### Recorded information
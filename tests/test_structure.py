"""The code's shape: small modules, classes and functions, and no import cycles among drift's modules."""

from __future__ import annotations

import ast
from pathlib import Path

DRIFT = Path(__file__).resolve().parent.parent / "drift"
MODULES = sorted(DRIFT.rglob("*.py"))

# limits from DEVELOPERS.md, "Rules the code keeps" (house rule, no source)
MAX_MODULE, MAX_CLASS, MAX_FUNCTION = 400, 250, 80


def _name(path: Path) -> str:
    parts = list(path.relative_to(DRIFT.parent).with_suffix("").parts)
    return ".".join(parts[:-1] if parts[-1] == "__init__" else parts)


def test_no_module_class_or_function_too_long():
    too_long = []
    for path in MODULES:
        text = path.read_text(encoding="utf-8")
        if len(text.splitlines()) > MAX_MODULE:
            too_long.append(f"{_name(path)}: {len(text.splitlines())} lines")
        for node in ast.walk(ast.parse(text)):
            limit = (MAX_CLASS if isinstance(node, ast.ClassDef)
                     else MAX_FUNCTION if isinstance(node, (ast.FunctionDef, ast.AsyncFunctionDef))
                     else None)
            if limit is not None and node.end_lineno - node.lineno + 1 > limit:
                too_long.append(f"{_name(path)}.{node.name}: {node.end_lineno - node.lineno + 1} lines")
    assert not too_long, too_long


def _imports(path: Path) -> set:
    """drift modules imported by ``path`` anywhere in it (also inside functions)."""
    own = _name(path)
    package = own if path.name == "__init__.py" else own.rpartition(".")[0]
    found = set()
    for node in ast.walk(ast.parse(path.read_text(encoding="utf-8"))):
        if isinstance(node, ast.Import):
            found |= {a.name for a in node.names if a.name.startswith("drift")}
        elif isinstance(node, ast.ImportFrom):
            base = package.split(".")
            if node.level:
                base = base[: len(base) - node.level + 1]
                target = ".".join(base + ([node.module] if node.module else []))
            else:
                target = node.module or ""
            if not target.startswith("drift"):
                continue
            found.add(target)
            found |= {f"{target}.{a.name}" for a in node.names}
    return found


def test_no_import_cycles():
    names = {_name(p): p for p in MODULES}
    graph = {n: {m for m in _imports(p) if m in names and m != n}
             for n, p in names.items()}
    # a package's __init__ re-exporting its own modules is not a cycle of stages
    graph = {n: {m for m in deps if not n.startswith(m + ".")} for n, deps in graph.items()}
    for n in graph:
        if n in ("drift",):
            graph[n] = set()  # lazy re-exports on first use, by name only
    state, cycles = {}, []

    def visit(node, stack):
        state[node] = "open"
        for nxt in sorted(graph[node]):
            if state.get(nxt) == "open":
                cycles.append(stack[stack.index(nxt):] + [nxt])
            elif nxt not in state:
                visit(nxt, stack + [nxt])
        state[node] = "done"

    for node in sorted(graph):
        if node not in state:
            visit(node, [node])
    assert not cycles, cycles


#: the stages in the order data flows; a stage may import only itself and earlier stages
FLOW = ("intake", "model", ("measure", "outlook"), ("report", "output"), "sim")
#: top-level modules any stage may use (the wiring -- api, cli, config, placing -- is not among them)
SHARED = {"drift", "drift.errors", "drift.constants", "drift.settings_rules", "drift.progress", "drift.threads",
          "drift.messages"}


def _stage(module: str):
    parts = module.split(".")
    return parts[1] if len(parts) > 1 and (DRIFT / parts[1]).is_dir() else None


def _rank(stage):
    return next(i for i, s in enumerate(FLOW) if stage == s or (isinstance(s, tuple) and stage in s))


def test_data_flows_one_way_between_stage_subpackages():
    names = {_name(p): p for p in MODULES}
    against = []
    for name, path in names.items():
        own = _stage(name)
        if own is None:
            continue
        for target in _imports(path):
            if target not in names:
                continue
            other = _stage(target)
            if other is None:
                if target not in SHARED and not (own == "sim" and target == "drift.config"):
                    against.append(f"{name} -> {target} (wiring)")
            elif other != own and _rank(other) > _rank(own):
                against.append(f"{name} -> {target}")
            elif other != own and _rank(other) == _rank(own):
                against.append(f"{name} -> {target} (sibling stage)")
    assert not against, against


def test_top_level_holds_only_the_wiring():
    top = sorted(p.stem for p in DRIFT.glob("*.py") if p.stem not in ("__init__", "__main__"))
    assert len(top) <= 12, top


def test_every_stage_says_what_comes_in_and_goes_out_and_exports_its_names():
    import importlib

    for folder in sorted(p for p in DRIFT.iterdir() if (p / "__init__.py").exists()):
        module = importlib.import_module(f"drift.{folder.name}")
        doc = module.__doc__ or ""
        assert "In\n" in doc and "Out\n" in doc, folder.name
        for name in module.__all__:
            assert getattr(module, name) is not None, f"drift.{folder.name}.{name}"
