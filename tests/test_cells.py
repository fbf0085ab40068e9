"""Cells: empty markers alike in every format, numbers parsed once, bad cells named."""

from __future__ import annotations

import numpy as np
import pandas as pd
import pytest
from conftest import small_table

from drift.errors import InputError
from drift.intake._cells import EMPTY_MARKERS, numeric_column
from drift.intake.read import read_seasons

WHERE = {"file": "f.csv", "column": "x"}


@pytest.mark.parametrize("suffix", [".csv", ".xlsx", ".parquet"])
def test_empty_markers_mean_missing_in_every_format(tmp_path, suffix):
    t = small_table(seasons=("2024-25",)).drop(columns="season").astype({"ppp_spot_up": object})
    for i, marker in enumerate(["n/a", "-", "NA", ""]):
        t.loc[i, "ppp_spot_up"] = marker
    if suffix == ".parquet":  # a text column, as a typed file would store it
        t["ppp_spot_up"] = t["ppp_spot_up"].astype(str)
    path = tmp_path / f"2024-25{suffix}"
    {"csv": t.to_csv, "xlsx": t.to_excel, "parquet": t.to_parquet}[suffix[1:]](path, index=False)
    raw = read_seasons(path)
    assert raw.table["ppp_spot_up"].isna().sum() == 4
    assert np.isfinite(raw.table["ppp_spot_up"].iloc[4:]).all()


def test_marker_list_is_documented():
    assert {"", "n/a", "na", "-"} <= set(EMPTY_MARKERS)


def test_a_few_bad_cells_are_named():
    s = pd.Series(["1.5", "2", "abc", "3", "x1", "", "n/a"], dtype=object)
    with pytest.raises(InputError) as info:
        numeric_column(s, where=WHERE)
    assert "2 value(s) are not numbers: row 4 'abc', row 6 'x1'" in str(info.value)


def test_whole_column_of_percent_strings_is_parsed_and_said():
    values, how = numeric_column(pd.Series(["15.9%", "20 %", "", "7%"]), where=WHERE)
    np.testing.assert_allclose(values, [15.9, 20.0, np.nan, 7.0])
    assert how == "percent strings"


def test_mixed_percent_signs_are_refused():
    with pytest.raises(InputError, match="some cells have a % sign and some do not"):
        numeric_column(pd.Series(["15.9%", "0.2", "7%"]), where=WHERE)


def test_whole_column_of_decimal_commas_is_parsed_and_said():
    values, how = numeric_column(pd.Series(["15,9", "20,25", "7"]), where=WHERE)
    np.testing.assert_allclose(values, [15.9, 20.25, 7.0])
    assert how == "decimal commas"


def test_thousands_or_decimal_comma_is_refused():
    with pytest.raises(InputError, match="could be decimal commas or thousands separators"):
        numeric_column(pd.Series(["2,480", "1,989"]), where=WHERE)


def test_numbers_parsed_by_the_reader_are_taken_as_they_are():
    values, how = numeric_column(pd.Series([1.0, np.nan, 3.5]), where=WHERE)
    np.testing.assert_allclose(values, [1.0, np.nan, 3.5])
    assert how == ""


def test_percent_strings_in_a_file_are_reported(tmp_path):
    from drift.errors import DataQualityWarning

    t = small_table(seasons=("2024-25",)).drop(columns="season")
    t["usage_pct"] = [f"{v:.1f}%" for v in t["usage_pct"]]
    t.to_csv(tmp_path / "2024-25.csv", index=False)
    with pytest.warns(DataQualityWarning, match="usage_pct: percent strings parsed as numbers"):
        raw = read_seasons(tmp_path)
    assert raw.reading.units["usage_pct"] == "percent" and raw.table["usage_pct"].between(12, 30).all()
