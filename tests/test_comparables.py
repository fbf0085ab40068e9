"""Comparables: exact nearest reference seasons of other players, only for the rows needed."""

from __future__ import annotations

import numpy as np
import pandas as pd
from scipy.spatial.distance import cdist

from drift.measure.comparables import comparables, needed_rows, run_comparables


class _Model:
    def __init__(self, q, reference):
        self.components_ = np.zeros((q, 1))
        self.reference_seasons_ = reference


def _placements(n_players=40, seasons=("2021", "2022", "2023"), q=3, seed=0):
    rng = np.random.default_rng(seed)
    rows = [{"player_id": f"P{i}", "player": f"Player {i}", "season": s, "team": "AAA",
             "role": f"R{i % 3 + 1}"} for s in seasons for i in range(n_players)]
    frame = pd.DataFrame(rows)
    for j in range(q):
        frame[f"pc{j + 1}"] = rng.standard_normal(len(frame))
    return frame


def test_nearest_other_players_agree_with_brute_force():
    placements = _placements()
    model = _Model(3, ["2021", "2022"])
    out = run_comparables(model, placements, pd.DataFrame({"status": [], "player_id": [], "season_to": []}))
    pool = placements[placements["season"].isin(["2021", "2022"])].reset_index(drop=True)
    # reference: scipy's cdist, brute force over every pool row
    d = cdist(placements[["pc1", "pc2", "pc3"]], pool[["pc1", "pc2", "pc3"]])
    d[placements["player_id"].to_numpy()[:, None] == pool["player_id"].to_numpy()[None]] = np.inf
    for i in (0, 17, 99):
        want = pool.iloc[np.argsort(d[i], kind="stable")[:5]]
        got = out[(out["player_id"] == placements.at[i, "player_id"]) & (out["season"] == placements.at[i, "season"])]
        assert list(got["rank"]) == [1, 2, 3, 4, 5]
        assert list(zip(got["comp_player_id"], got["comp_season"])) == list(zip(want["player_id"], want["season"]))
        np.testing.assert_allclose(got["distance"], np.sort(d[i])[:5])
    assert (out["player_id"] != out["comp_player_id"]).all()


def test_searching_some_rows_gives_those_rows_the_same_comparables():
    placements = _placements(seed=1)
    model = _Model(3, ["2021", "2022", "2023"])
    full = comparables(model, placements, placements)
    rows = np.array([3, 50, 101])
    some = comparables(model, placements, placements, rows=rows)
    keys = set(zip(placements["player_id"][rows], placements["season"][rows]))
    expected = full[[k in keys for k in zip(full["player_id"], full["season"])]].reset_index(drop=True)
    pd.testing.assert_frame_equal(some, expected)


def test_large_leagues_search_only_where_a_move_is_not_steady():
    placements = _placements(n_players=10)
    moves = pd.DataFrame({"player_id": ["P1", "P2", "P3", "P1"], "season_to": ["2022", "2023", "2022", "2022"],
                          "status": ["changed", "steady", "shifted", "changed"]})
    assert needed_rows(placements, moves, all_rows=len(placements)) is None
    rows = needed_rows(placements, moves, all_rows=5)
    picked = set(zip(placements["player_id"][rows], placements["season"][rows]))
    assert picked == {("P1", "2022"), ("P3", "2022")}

### About this task
What is needed is an exact repetition of the lines from the first line of the records through the line containing "assert not too_long, too_long", both ends included, and nothing more.

### Finished exercise
filename tests/test_structure.py
"""The code's shape: small modules, classes and functions, and no import cycles among drift's modules."""

from __future__ import annotations

import ast
from pathlib import Path

DRIFT = Path(__file__).resolve().parent.parent / "drift"
MODULES = sorted(DRIFT.rglob("*.py"))

# limits from DEVELOPERS.md, "Rules the code keeps" (house rule, no source)
MAX_MODULE, MAX_CLASS, MAX_FUNCTION = 400, 250, 80


def _name(path: Path) -> str:
    parts = list(path.relative_to(DRIFT.parent).with_suffix("").parts)
    return ".".join(parts[:-1] if parts[-1] == "__init__" else parts)


def test_no_module_class_or_function_too_long():
    too_long = []
    for path in MODULES:
        text = path.read_text(encoding="utf-8")
        if len(text.splitlines()) > MAX_MODULE:
            too_long.append(f"{_name(path)}: {len(text.splitlines())} lines")
        for node in ast.walk(ast.parse(text)):
            limit = (MAX_CLASS if isinstance(node, ast.ClassDef)
                     else MAX_FUNCTION if isinstance(node, (ast.FunctionDef, ast.AsyncFunctionDef))
                     else None)
            if limit is not None and node.end_lineno - node.lineno + 1 > limit:
                too_long.append(f"{_name(path)}.{node.name}: {node.end_lineno - node.lineno + 1} lines")
    assert not too_long, too_long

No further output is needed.